**WORK INSTRUCTIONS**
The data below is to be repeated in full, exactly as given.

**EXERCISE INPUTS**
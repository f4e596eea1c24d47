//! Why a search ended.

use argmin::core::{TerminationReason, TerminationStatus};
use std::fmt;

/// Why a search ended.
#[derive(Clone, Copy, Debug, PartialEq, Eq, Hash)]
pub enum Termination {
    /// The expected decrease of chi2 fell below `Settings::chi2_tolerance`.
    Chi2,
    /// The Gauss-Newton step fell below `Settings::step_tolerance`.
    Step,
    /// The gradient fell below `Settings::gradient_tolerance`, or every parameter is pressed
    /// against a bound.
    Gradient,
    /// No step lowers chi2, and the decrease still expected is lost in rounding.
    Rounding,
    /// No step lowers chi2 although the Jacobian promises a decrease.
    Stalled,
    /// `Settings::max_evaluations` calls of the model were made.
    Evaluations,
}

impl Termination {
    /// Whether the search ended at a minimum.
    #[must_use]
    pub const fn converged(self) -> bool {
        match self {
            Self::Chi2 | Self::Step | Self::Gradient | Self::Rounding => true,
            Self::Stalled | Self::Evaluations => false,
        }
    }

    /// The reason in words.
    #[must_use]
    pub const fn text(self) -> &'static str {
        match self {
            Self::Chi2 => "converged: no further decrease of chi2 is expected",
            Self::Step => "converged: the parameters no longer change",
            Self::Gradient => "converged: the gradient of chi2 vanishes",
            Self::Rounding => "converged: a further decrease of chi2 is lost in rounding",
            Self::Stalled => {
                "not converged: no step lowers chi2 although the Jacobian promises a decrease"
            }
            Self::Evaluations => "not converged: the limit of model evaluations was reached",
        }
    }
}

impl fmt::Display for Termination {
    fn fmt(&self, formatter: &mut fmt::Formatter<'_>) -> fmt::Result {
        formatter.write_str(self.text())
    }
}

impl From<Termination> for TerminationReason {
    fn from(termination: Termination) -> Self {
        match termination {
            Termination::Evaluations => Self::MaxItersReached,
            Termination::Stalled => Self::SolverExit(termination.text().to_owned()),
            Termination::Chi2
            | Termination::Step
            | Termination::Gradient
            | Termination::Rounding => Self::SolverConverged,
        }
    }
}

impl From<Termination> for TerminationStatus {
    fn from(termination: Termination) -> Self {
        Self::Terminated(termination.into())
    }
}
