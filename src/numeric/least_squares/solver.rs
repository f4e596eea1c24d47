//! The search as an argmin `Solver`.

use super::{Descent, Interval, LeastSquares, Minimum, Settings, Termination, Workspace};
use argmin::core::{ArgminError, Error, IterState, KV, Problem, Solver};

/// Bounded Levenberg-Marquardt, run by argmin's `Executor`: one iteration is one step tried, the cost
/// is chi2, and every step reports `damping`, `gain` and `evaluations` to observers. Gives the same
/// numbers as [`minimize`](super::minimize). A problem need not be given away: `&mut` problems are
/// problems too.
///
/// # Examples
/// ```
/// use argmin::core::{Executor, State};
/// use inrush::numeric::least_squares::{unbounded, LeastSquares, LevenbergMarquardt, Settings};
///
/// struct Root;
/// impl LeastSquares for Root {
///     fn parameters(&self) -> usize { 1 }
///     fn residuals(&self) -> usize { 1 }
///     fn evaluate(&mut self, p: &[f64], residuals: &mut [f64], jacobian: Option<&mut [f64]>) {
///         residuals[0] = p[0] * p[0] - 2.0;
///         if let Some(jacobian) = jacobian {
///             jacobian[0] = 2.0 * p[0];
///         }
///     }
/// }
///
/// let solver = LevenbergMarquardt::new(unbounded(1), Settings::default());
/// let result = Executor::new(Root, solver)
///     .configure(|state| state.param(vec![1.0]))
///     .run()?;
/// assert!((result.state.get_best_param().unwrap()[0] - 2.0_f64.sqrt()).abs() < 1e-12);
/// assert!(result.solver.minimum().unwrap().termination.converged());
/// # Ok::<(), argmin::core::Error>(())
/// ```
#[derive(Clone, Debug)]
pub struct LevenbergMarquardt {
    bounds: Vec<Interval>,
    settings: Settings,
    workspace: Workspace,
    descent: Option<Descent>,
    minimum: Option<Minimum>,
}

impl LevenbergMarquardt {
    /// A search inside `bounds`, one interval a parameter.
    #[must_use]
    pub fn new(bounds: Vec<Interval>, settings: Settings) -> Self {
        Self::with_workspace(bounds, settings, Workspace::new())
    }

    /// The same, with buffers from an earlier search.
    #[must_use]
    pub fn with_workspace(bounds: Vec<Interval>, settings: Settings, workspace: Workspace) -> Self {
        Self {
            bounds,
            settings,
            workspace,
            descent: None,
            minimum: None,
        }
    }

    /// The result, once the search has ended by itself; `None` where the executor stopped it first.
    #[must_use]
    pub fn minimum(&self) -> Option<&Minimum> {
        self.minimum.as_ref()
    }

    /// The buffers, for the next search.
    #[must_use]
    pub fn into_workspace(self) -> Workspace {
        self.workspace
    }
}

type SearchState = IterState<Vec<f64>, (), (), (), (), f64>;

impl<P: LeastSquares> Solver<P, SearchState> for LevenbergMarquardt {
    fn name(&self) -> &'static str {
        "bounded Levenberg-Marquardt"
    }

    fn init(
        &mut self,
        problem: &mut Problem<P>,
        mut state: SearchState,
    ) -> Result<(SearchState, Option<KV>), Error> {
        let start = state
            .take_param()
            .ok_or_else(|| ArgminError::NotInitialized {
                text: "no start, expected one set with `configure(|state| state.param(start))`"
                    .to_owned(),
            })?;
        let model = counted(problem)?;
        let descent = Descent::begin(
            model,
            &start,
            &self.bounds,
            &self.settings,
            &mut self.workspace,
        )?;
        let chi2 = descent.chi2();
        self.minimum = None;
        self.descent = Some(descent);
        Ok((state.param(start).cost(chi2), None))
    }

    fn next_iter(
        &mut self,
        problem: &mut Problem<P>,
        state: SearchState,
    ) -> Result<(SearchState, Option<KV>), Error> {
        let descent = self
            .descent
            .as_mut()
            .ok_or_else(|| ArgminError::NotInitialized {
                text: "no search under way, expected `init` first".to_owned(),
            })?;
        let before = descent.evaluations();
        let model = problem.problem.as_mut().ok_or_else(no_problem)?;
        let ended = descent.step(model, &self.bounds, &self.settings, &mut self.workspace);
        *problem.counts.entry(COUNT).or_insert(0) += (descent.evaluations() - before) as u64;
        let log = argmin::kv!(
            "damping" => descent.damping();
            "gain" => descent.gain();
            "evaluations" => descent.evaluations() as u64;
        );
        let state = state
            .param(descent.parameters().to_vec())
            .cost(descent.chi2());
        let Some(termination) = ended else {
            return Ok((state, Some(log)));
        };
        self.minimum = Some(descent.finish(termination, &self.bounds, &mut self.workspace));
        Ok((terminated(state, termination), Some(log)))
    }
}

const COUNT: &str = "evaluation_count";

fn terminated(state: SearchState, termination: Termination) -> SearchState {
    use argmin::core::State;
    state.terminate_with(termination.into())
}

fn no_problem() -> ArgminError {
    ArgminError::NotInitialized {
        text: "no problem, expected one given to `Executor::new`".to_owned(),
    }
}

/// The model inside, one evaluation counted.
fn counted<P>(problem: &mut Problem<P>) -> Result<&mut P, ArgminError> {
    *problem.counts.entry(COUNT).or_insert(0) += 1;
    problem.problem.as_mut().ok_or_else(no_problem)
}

**YOUR SOLUTION**
repository f4e596eea1c24d47
//! Why a search ended.

use argmin::core::{TerminationReason, TerminationStatus};
use std::fmt;

/// Why a search ended.
#[derive(Clone, Copy, Debug, PartialEq, Eq, Hash)]
pub enum Termination {
    /// The expected decrease of chi2 fell below `Settings::chi2_tolerance`.
    Chi2,
    /// The Gauss-Newton step fell below `Settings::step_tolerance`.
    Step,
    /// The gradient fell below `Settings::gradient_tolerance`, or every parameter is pressed
    /// against a bound.
    Gradient,
    /// No step lowers chi2, and the decrease still expected is lost in rounding.
    Rounding,
    /// No step lowers chi2 although the Jacobian promises a decrease.
    Stalled,
    /// `Settings::max_evaluations` calls of the model were made.
    Evaluations,
}

impl Termination {
    /// Whether the search ended at a minimum.
    #[must_use]
    pub const fn converged(self) -> bool {
        match self {
            Self::Chi2 | Self::Step | Self::Gradient | Self::Rounding => true,
            Self::Stalled | Self::Evaluations => false,
        }
    }

    /// The reason in words.
    #[must_use]
    pub const fn text(self) -> &'static str {
        match self {
            Self::Chi2 => "converged: no further decrease of chi2 is expected",
            Self::Step => "converged: the parameters no longer change",
            Self::Gradient => "converged: the gradient of chi2 vanishes",
            Self::Rounding => "converged: a further decrease of chi2 is lost in rounding",
            Self::Stalled => {
                "not converged: no step lowers chi2 although the Jacobian promises a decrease"
            }
            Self::Evaluations => "not converged: the limit of model evaluations was reached",
        }
    }
}

impl fmt::Display for Termination {
    fn fmt(&self, formatter: &mut fmt::Formatter<'_>) -> fmt::Result {
        formatter.write_str(self.text())
    }
}

impl From<Termination> for TerminationReason {
    fn from(termination: Termination) -> Self {
        match termination {
            Termination::Evaluations => Self::MaxItersReached,
            Termination::Stalled => Self::SolverExit(termination.text().to_owned()),
            Termination::Chi2
            | Termination::Step
            | Termination::Gradient
            | Termination::Rounding => Self::SolverConverged,
        }
    }
}

impl From<Termination> for TerminationStatus {
    fn from(termination: Termination) -> Self {
        Self::Terminated(termination.into())
    }
}
filename src/numeric/least_squares/solver.rs
repository f4e596eea1c24d47
//! The search as an argmin `Solver`.

use super::{Descent, Interval, LeastSquares, Minimum, Settings, Termination, Workspace};
use argmin::core::{ArgminError, Error, IterState, KV, Problem, Solver};

/// Bounded Levenberg-Marquardt, run by argmin's `Executor`: one iteration is one step tried, the cost
/// is chi2, and every step reports `damping`, `gain` and `evaluations` to observers. Gives the same
/// numbers as [`minimize`](super::minimize). A problem need not be given away: `&mut` problems are
/// problems too.
///
/// # Examples
/// ```
/// use argmin::core::{Executor, State};
/// use inrush::numeric::least_squares::{unbounded, LeastSquares, LevenbergMarquardt, Settings};
///
/// struct Root;
/// impl LeastSquares for Root {
///     fn parameters(&self) -> usize { 1 }
///     fn residuals(&self) -> usize { 1 }
///     fn evaluate(&mut self, p: &[f64], residuals: &mut [f64], jacobian: Option<&mut [f64]>) {
///         residuals[0] = p[0] * p[0] - 2.0;
///         if let Some(jacobian) = jacobian {
///             jacobian[0] = 2.0 * p[0];
///         }
///     }
/// }
///
/// let solver = LevenbergMarquardt::new(unbounded(1), Settings::default());
/// let result = Executor::new(Root, solver)
///     .configure(|state| state.param(vec![1.0]))
///     .run()?;
/// assert!((result.state.get_best_param().unwrap()[0] - 2.0_f64.sqrt()).abs() < 1e-12);
/// assert!(result.solver.minimum().unwrap().termination.converged());
/// # Ok::<(), argmin::core::Error>(())
/// ```
#[derive(Clone, Debug)]
pub struct LevenbergMarquardt {
    bounds: Vec<Interval>,
    settings: Settings,
    workspace: Workspace,
    descent: Option<Descent>,
    minimum: Option<Minimum>,
}

impl LevenbergMarquardt {
    /// A search inside `bounds`, one interval a parameter.
    #[must_use]
    pub fn new(bounds: Vec<Interval>, settings: Settings) -> Self {
        Self::with_workspace(bounds, settings, Workspace::new())
    }

    /// The same, with buffers from an earlier search.
    #[must_use]
    pub fn with_workspace(bounds: Vec<Interval>, settings: Settings, workspace: Workspace) -> Self {
        Self {
            bounds,
            settings,
            workspace,
            descent: None,
            minimum: None,
        }
    }

    /// The result, once the search has ended by itself; `None` where the executor stopped it first.
    #[must_use]
    pub fn minimum(&self) -> Option<&Minimum> {
        self.minimum.as_ref()
    }

    /// The buffers, for the next search.
    #[must_use]
    pub fn into_workspace(self) -> Workspace {
        self.workspace
    }
}

type SearchState = IterState<Vec<f64>, (), (), (), (), f64>;

impl<P: LeastSquares> Solver<P, SearchState> for LevenbergMarquardt {
    fn name(&self) -> &'static str {
        "bounded Levenberg-Marquardt"
    }

    fn init(
        &mut self,
        problem: &mut Problem<P>,
        mut state: SearchState,
    ) -> Result<(SearchState, Option<KV>), Error> {
        let start = state
            .take_param()
            .ok_or_else(|| ArgminError::NotInitialized {
                text: "no start, expected one set with `configure(|state| state.param(start))`"
                    .to_owned(),
            })?;
        let model = counted(problem)?;
        let descent = Descent::begin(
            model,
            &start,
            &self.bounds,
            &self.settings,
            &mut self.workspace,
        )?;
        let chi2 = descent.chi2();
        self.minimum = None;
        self.descent = Some(descent);
        Ok((state.param(start).cost(chi2), None))
    }

    fn next_iter(
        &mut self,
        problem: &mut Problem<P>,
        state: SearchState,
    ) -> Result<(SearchState, Option<KV>), Error> {
        let descent = self
            .descent
            .as_mut()
            .ok_or_else(|| ArgminError::NotInitialized {
                text: "no search under way, expected `init` first".to_owned(),
            })?;
        let before = descent.evaluations();
        let model = problem.problem.as_mut().ok_or_else(no_problem)?;
        let ended = descent.step(model, &self.bounds, &self.settings, &mut self.workspace);
        *problem.counts.entry(COUNT).or_insert(0) += (descent.evaluations() - before) as u64;
        let log = argmin::kv!(
            "damping" => descent.damping();
            "gain" => descent.gain();
            "evaluations" => descent.evaluations() as u64;
        );
        let state = state
            .param(descent.parameters().to_vec())
            .cost(descent.chi2());
        let Some(termination) = ended else {
            return Ok((state, Some(log)));
        };
        self.minimum = Some(descent.finish(termination, &self.bounds, &mut self.workspace));
        Ok((terminated(state, termination), Some(log)))
    }
}

const COUNT: &str = "evaluation_count";

fn terminated(state: SearchState, termination: Termination) -> SearchState {
    use argmin::core::State;
    state.terminate_with(termination.into())
}

fn no_problem() -> ArgminError {
    ArgminError::NotInitialized {
        text: "no problem, expected one given to `Executor::new`".to_owned(),
    }
}

/// The model inside, one evaluation counted.
fn counted<P>(problem: &mut Problem<P>) -> Result<&mut P, ArgminError> {
    *problem.counts.entry(COUNT).or_insert(0) += 1;
    problem.problem.as_mut().ok_or_else(no_problem)
}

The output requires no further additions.